There may be an issue with performance at larger RG sizes with multiple processes. I ran a matrix of RG size vs processes and got these results: RG size procs bandwidth 256 1 539466KB/s 512 1 537059KB/s 1024 1 560422KB/s 2048 1 552481KB/s 256 3 472423KB/s 512 3 368493KB/s 1024 3 354238KB/s 2048 3 343896KB/s 256 6 508019KB/s 512 6 422882KB/s 1024 6 313730KB/s 2048 6 275803KB/s 256 12 546520KB/s 512 12 390912KB/s 1024 12 284684KB/s 2048 12 198894KB/s
Is that because they are all using the same rgrp?

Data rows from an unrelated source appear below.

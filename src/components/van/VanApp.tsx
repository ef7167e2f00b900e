// The technician's load list on the phone: what to pick from the store for the next round, and
// for today's. It reads the copy kept in the phone's database (lib/device/load-lists.ts), so it
// opens with no signal; with signal it brings the copy up to date and says when it last did.
import { useEffect, useRef, useState } from 'react';
import type { Device } from '../../lib/device/boot';
import type { LocalLoadList } from '../../lib/device/db';
import { datesToKeep, phoneDay } from '../../lib/device/load-list-days';
import { PhoneShell } from '../phone/PhoneShell';
import { useLiveQuery, useOnline } from '../phone/hooks';
import { formatTime, todayIso } from '../phone/format';
import LoadListSheet from './LoadListSheet';

export default function VanApp() {
  return (
    <PhoneShell title="Load list" back={{ href: '/round', label: 'Round' }}>
      {(device) => <LoadListScreen device={device} />}
    </PhoneShell>
  );
}

// Opening the screen right after a sync run need not ask again: the run has just fetched it.
const FRESH_ENOUGH_MS = 60_000;

const shortDay = new Intl.DateTimeFormat('en-GB', { weekday: 'short', day: 'numeric', month: 'short' });

function dayLabel(date: string): string {
  const [y, m, d] = date.split('-').map(Number) as [number, number, number];
  return shortDay.format(new Date(y, m - 1, d));
}

/** "today at 18:42", or "on Mon 11 May at 18:42" for an older copy. */
function whenFetched(copy: LocalLoadList): string {
  const at = formatTime(copy.fetchedAt);
  const day = todayIso(new Date(copy.fetchedAt));
  return day === todayIso() ? `today at ${at}` : `on ${dayLabel(day)} at ${at}`;
}

function LoadListScreen({ device }: { device: Device }) {
  const { db } = device;
  const online = useOnline();
  const days = useLiveQuery(() => datesToKeep(db, new Date()), [db]);
  const [choice, setChoice] = useState<'today' | 'next'>('next');
  const date = days ? days[choice] : null;
  // The date travels with the copy: until the query for a newly chosen day answers, the hook
  // still holds the previous day's.
  const saved = useLiveQuery(async () => (date ? { date, copy: await db.loadLists.get(date) } : null), [db, date]);
  const checked = useRef<string | null>(null);
  const [busy, setBusy] = useState(false);
  const [problem, setProblem] = useState<string | null>(null);

  async function update(roundDate: string) {
    setBusy(true);
    setProblem(null);
    try {
      const { fetchLoadList } = await import('../../lib/device/load-lists');
      await fetchLoadList({ db, fetch: (...args) => fetch(...args) }, roundDate);
    } catch (error) {
      const { OfflineError, SignedOutError } = await import('../../lib/device/http');
      if (error instanceof SignedOutError) {
        window.location.assign(`/sign-in?next=${encodeURIComponent('/van')}`);
        return;
      }
      setProblem(error instanceof OfflineError ? 'No signal: showing the copy kept on this phone.' : error instanceof Error ? error.message : String(error));
    } finally {
      setBusy(false);
    }
  }

  // On showing a day with signal, bring its copy up to date once, unless a sync run just did;
  // later updates are the technician's tap or the next sync run.
  useEffect(() => {
    if (!saved || saved.date !== date || checked.current === date) return;
    checked.current = date;
    setProblem(null);
    const age = saved.copy ? Date.now() - Date.parse(saved.copy.fetchedAt) : Infinity;
    if (age > FRESH_ENOUGH_MS && navigator.onLine) void update(date);
    // eslint-disable-next-line react-hooks/exhaustive-deps
  }, [date, saved]);

  if (!days || !date || !saved || saved.date !== date) return <p className="p-4">Opening the load list…</p>;
  const copy = saved.copy;
  const nextLabel = days.next === phoneDay(new Date(), 1) ? 'Tomorrow' : dayLabel(days.next);

  return (
    <div className="flex flex-1 flex-col">
      <main className="flex flex-1 flex-col gap-4 px-3 py-4">
        <p className="rounded-lg border-2 border-ink/20 bg-white p-3 text-base" role="status" data-testid="load-list-freshness">
          {copy ? (
            <>
              <strong>Last brought up to date {whenFetched(copy)}.</strong> Kept on this phone, so it opens without signal.
              {!online && <span className="block font-bold">No signal now: this is the copy on the phone.</span>}
            </>
          ) : busy ? (
            'Fetching the load list…'
          ) : online ? (
            'No copy of this list on the phone yet.'
          ) : (
            <strong>No copy of this list on the phone yet, and no signal. It is fetched with the round when the phone next has signal.</strong>
          )}
        </p>
        {problem && (
          <p role="alert" className="rounded-lg border-2 border-sev-soon bg-white p-3 font-bold">
            {problem}
          </p>
        )}
        {copy && <LoadListSheet list={copy.list} />}
      </main>
      <div className="sticky bottom-0 z-10 flex flex-col gap-2 border-t-2 border-ink/15 bg-white p-2 print:hidden">
        <div className="grid grid-cols-2 gap-2" role="group" aria-label="Which round">
          {(['today', 'next'] as const).map((which) => (
            <button
              key={which}
              type="button"
              aria-pressed={choice === which}
              onClick={() => setChoice(which)}
              className={`min-h-14 rounded-lg border-2 border-brand px-3 text-lg font-bold ${choice === which ? 'bg-brand text-white' : 'bg-white text-brand'}`}
            >
              {which === 'today' ? 'Today' : nextLabel}
            </button>
          ))}
        </div>
        <div className="grid grid-cols-2 gap-2">
          <button
            type="button"
            onClick={() => void update(date)}
            disabled={busy}
            className="min-h-14 rounded-lg border-2 border-ink/40 bg-white px-3 text-lg font-bold disabled:opacity-60"
          >
            {busy ? 'Updating…' : 'Update'}
          </button>
          <button type="button" onClick={() => window.print()} disabled={!copy} className="min-h-14 rounded-lg bg-brand-dark px-3 text-lg font-bold text-white disabled:opacity-60">
            Print
          </button>
        </div>
      </div>
    </div>
  );
}
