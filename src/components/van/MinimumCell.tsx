// One van's minimum for one part, edited in place in the stock table.
import { useState, type SubmitEvent } from 'react';
import { useSend } from './use-send';

type Props = { technicianId: string; partId: string; partNumber: string; minimum: number | null };

export default function MinimumCell({ technicianId, partId, partNumber, minimum }: Props) {
  const [value, setValue] = useState(minimum === null ? '' : String(minimum));
  const { busy, error, setError, send } = useSend();
  const changed = value !== (minimum === null ? '' : String(minimum));

  async function onSubmit(event: SubmitEvent<HTMLFormElement>) {
    event.preventDefault();
    if (value !== '' && !(Number(value) >= 0)) {
      setError('0 or more, or empty for none');
      return;
    }
    const saved = await send('PUT', '/api/office/van-stock/minimums', { technicianId, partId, minimum: value === '' ? null : Number(value) });
    if (saved) window.location.reload();
  }

  return (
    <form onSubmit={onSubmit} className="flex items-center justify-end gap-1">
      <input
        aria-label={`Minimum for ${partNumber}`}
        type="number"
        inputMode="decimal"
        min="0"
        step="any"
        value={value}
        onChange={(e) => {
          setValue(e.target.value);
          setError(null);
        }}
        className="h-9 w-20 rounded border-2 border-ink/40 bg-white px-2 text-right"
        placeholder="none"
      />
      <button type="submit" disabled={!changed || busy} className="h-9 rounded border-2 border-brand px-2 text-sm font-bold text-brand disabled:invisible">
        Save
      </button>
      {error && (
        <span role="alert" className="text-sm font-bold text-sev-now">
          {error}
        </span>
      )}
    </form>
  );
}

If each thread runs in a different top level dir (or subdir of a different top level dir) then does that issue go away?
You have a point. I figured out how to accomplish that with fio and here are the results: RG size procs bandwidth 256 1 537019KB/s 512 1 547736KB/s 1024 1 565922KB/s 2048 1 530186KB/s 256 3 606669KB/s 512 3 563094KB/s 1024 3 718381KB/s 2048 3 559343KB/s 256 6 665150KB/s 512 6 577753KB/s 1024 6 676871KB/s 2048 6 573286KB/s 256 12 666406KB/s 512 12 670210KB/s 1024 12 654321KB/s 2048 12 696050KB/s
After evaluating this issue, there are no plans to address it further or fix it in an upcoming release. Therefore, it is being closed. If plans change such that this issue will be fixed in an upcoming release, then the bug can be reopened.